Листая, как страницы книги, отшумевшие годы, вспоминая друзей, Рушан как бы не решался приблизиться к себе, хотя понимал, что все его воспоминания мало чего стоят без откровений о себе, без собственной фотографии на фоне времени. Наверное, его жизнь по-иному осветит события, о которых он хотел бы рассказать. Хотя рассказать – кому? Но это билось в нем и не давало покоя... И он вновь и вновь возвращался назад, во вторую половину пятидесятых, в заносимый песками из великих казахских степей провинциальный Актюбинск, чтобы еще не раз мысленно пройтись или же постоять под окнами дома на улице 1905 года, где жила девочка с голубыми бантами, которую он однажды встретил у "Железки" с нотной папкой в руке и, как зачарованный, пошел вслед за ней. Порою ему кажется, что он до сих пор шагает за нею...
Вспоминать ему о ней легко, она часто приходит к нему в снах. Ему снится шум, запахи давно ушедших лет, их окружает музыка и быт того времени, в снах он вновь приходит в парки и кинотеатры своей молодости. Бродвей в час пик, школьные балы и танцы в "Железке"... И повсюду их сопровождают давно забытые ритмы и мелодии.
Его сны – своеобразные ретро-фильмы, где сам он – в главной роли. с собственным участием. Когда ему тяжело, тоска одолевает беспричинно, он заклинает кого-то свыше, властвующего над нашими судьбами: "Пусть приснится моя молодость!" А молодость – это любовь.
Прекрасные сны-фильмы, где через тридцать лет можно разглядеть то, что не удалось увидеть в свое время. Правда, ни один из них не получается досмотреть до конца, они, как в детективном сериале, обрываются на самом интересном месте, и продолжения, как ни заклинай, не бывает. Эти сны-фильмы – одноразовые и для единственного зрителя, и после них очень трудно вписаться в повседневную жизнь. Но ни за что на свете Рушан не отказался бы от своих сновидений.
Когда-то друзья, беззлобно посмеиваясь над его безответной любовью к девочке из соседней железнодорожной школы, говорили: "Не грусти, первая любовь – как корь, переболеешь, встретишь другую и забудешь свою гордую пианистку". Сегодня, считай, жизнь прожита, а он ее не забыл, впрочем, он и тогда чувствовал, что это всерьез и надолго.

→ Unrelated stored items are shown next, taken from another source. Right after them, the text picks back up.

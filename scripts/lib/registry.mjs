import { mkdirSync, readFileSync, readdirSync, rmSync, writeFileSync } from 'node:fs'
import { join } from 'node:path'
import { pid } from 'node:process'
import { setTimeout as sleep } from 'node:timers/promises'
import { inData } from './paths.mjs'
import { endProcess, identify, isAlive } from './processes.mjs'
import { Trouble } from './steps.mjs'

const folder = inData('running')
const lockFile = inData('lock')

/**
 * @typedef {object} Entry one command of this checkout that is running now
 * @property {'start' | 'dev' | 'demo' | 'token' | 'bench'} command
 * @property {{ pid: number, started: string }} launcher
 * @property {{ pid: number, started: string }} [server] the application's process
 * @property {number} [port]
 * @property {string} [shop] which database it serves
 * @property {boolean} [usesCluster]
 */

/** @returns {Entry[]} */
function readEntries() {
  mkdirSync(folder, { recursive: true })
  return readdirSync(folder).flatMap((name) => {
    try {
      return [JSON.parse(readFileSync(join(folder, name), 'utf8'))]
    } catch {
      rmSync(join(folder, name), { force: true })
      return []
    }
  })
}

/** The other commands of this checkout that are running now. */
export function others() {
  return readEntries().filter(entry => entry.launcher.pid !== pid && isAlive(entry.launcher))
}

/** @param {Omit<Entry, 'launcher'>} entry */
export function register(entry) {
  mkdirSync(folder, { recursive: true })
  writeFileSync(join(folder, `${pid}.json`), JSON.stringify({ ...entry, launcher: identify(pid) }))
}

export function unregister() {
  rmSync(join(folder, `${pid}.json`), { force: true })
}

/**
 * Ends application servers whose launcher was killed before it could end them itself.
 *
 * @returns {Promise<number>} how many
 */
export async function endOrphans() {
  let ended = 0
  for (const entry of readEntries()) {
    if (entry.launcher.pid === pid || isAlive(entry.launcher)) continue
    if (entry.server && isAlive(entry.server)) {
      await endProcess(entry.server)
      ended++
    }
    rmSync(join(folder, `${entry.launcher.pid}.json`), { force: true })
  }
  return ended
}

/**
 * Lets one command of this checkout at a time through; a lock left by a killed one is broken.
 *
 * @template T
 * @param {() => Promise<T>} work
 * @returns {Promise<T>}
 */
export async function withLock(work) {
  mkdirSync(inData(), { recursive: true })
  for (let waited = 0; ; waited += 100) {
    try {
      writeFileSync(lockFile, JSON.stringify(identify(pid)), { flag: 'wx' })
      break
    } catch (error) {
      if (!(error instanceof Error && 'code' in error && error.code === 'EEXIST')) throw error
    }
    if (!isAlive(readHolder())) {
      // A lock that is just being written is empty for a moment: look twice.
      await sleep(100)
      if (!isAlive(readHolder())) rmSync(lockFile, { force: true })
      continue
    }
    if (waited > 180_000) throw new Trouble('Another command of this copy of Knurl is starting and does not finish.', { advice: `Its process number is in ${lockFile}` })
    await sleep(100)
  }
  try {
    return await work()
  } finally {
    rmSync(lockFile, { force: true })
  }
}

/** @returns {{ pid: number, started: string } | undefined} */
function readHolder() {
  try {
    return JSON.parse(readFileSync(lockFile, 'utf8'))
  } catch {
    return undefined
  }
}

Когда в прорабской среди коллег возникают разговоры о первых увлечениях своих детей, которые родители не воспринимают всерьез, у Рушана по лицу пробегает грустная улыбка. Он не вмешивается в такого рода диспуты – кому нужен его душевный опыт? Да и глядя на него, заезженного жизнью одинокого прораба, разве можно предположить, что и его когда-то одолевали страсти, что и он когда-то чувствовал в себе волшебный огонь обжигающей любви, и что воспоминания о ней – самое дорогое, что осталось ему, ими он и жив.
"Воспоминания – единственный рай, откуда нас невозможно изгнать", –вычитал он где-то и запомнил на всю жизнь.
Возвращаясь памятью к девочке с нотной папкой в руках, он мучился сознанием того, что заглянувший ненароком в эту его ненаписанную "книгу" мог бы резонно спросить: "Разве ты не любил Глорию? А как же Светланка Резникова? Или Ниночка Новова? Наконец, Валя Домарова?.." Рушан, привыкший отвечать за свою поступки и никогда не прятавшийся за словеса и чужие спины, сникал от этого незаданного вопроса. Может, потому он и не спешил откровенничать о себе?
Наверное, человек более тонкий, чем прораб, – художник, например, писатель или артист, – легко разобрался бы в своих симпатиях, тем более давних, ныне ни к чему не обязывающих, но для Рушана это стало непреодолимой преградой: он не хотел унижать в воспоминаниях ни себя, ни своих любимых, ни тех привязанностей, которыми дорожил. Поэтому он и затруднялся заполнять страницы своей "книги" событиями личной жизни, где каждой из его подруг нашлось достойное место. И вдруг он нашел ход к познанию себя, того давнего, и всех своих привязанностей.